Again, if x can be truthy and falsy, this would not be prohibited. If it’s always truthy or always falsy, the code above is a programmer error, so it’s good it’s prohibited.

[aj-r]

@denis-sokolov That's an interesting idea that I hadn't considered - allow types to be implicitly cast to TruthyFalsy, as long as they could be either truthy or falsy. I like it. When I said that strictIfConditions would be overly restrictive, I was thinking that one would need to explicitly cast a value as TruthyFalsy in order to use it with if/||/&&. But your idea solves this problem quite nicely.

I still think we should still allow people to explicitly cast any value as TruthyFalsy using a type assertion (e.g. true as TruthyFalsy). Furthermore, a function that returns TruthyFalsy should accept any value as the return type, without requiring a type assertion. For example:

function callback(value: any, index: number): TruthyFalsy {
    if (typeof value === "string")
        return true; // Should be allowed
    if (typeof value === "object")
        return false; // Should be allowed
    return typeof value === "number" && value > 0;
}

It would be really cool to see this in a future version of TypeScript. My only concern is that this type has some special cases that other types don't have, so it might be a lot of work to implement.

[sgronblo]

I think it's really unfortunate that these library functions are defined by default to be sloppy instead of strict.
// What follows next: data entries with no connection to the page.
def test_radii_3_per_cent_too_wide(tree: Tables) -> None:
    """Bias ln 1.03 everywhere, R over true 1.03^-4, and with 2 % stated: z = ln 1.03 / 0.02, all inside 95 %."""
    appraisal = appraised(measured_as(tree, ratio=1.03), tree)
    for _, row in appraisal.radius[appraisal.radius["n_points"] > 0].iterrows():
        assert row["ln_radius_bias"] == pytest.approx(np.log(1.03), rel=ROUNDING)
        assert row["ln_radius_rmse"] == pytest.approx(np.log(1.03), rel=ROUNDING)
        assert row["ln_radius_scatter"] < ROUNDING
        assert row["ln_radius_rms_z"] == pytest.approx(np.log(1.03) / LN_SE, rel=ROUNDING)
        assert row["radius_coverage_95"] == 1
    np.testing.assert_allclose(appraisal.segments["resistance_ratio"], 1.03**-4, rtol=STEP)
    np.testing.assert_allclose(appraisal.segments["radius_hydraulic_ratio"], 1.03, rtol=STEP)
    np.testing.assert_allclose(appraisal.segments["z"], -np.log(1.03) / LN_SE, rtol=STEP / np.log(1.03))
    assert appraisal.summary["networks"]["resistance_ratio"]["geometric_mean"] == pytest.approx(1.03**-4)
    too_sure = appraised(measured_as(tree, ln_se=0.01, ratio=1.03), tree)  # teeth: ln 1.03 is 2.96 of these
    assert total(too_sure)["radius_coverage_95"] == total(too_sure)["resistance_coverage_95"] == 0
    assert set(too_sure.radius["verdict"]) == {"biased", "too few"}
    assert np.isnan(too_sure.summary["smallest_resolved_radius_px"])


def test_centreline_beside_the_true_one(tree: Tables) -> None:
    """0.3 px off at right angles is a centreline error of 0.3 px, and nothing is missed or invented."""
    measured = measured_as(tree)
    points = measured["points"]
    for _, part in points.groupby("segment_id"):
        dx, dy = np.gradient(part["x_px"]), np.gradient(part["y_px"])
        points.loc[part.index, "x_px"] -= 0.3 * dy / np.hypot(dx, dy)
        points.loc[part.index, "y_px"] += 0.3 * dx / np.hypot(dx, dy)
    row = total(appraised(measured, tree))
    bends = 0.01  # where the normal turns within a step
    assert row["centreline_rms_px"] == pytest.approx(0.3, abs=bends)
    assert row["length_found_um"] == pytest.approx(row["length_true_um"], rel=STEP)
    assert row["length_stray_um"] == 0
    assert row["length_doubled_um"] < bends * row["length_true_um"]


def test_a_vessel_dropped_is_length_not_found(tree: Tables) -> None:
    """Only the class of its radius loses length; a network that lost a tenth of its length or less is compared."""
    measured = measured_as(tree)
    lost = measured["segments"].sort_values("length_um").iloc[-1]
    for name in ("segments", "points"):
        measured[name] = measured[name][measured[name]["segment_id"] != lost["segment_id"]]
    appraisal = appraised(measured, tree)
    row = total(appraisal)
    missing_px = (row["length_true_um"] - row["length_found_um"]) / PIXEL_UM
    assert lost["length_um"] / PIXEL_UM - TWO_ENDS_PX <= missing_px <= lost["length_um"] / PIXEL_UM
    classes = appraisal.radius.iloc[:-1]
    lost_px = lost["radius_mean_um"] / PIXEL_UM
    lacking = classes["length_found_um"] < classes["length_true_um"] - TWO_ENDS_PX * PIXEL_UM
    assert ((classes["radius_from_px"] <= lost_px) & ~(classes["radius_to_px"] <= lost_px))[lacking].all()
    assert appraisal.networks["left_out"].tolist() == [""]
    assert appraisal.networks["found_fraction"].iloc[0] == pytest.approx(
        row["length_found_um"] / row["length_true_um"], abs=0.01
    )
    half = {**measured, "points": measured["points"][measured["points"]["segment_id"] > len(measured["segments"]) // 2]}
    assert appraised(half, tree).networks["left_out"].tolist() == ["match"]


def added(measured: Tables, tube: Tube) -> Tables:
    """The measured tables with one tube more, in a network of its own."""
    extra = measured_as(tubes_of(tube))
    joined = {}
    for name, table in measured.items():
        more = extra[name].copy()
        for column in {"segment_id", "network_id", "node_id", "node_a", "node_b"} & set(more):
            more[column] += 1000
        joined[name] = pd.concat([part for part in (table, more) if len(part)] or [table], ignore_index=True)
    return joined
In one of the really old suggestions for making the change from strict to sloppy: #5850 there was a suggestion to add your own override to make the function more sloppy by allowing any.

However it seems using the same trick to add a new more strict override doesn't really work because the sloppy override still exists in lib.d.ts.

The only solution I could come up with quickly was to add my own filter wrapper that basically just calls Array.filter under the hood. Is there any better solution to this problem?

[mikedidomizio]

Our team ran into this today with Array.find and I don't quite understand the reasoning to allow it to be loose. There's probably a lot of incorrect code out there.

Some Array methods allow for using generics like Array.map, but others do not. There's inconsistency.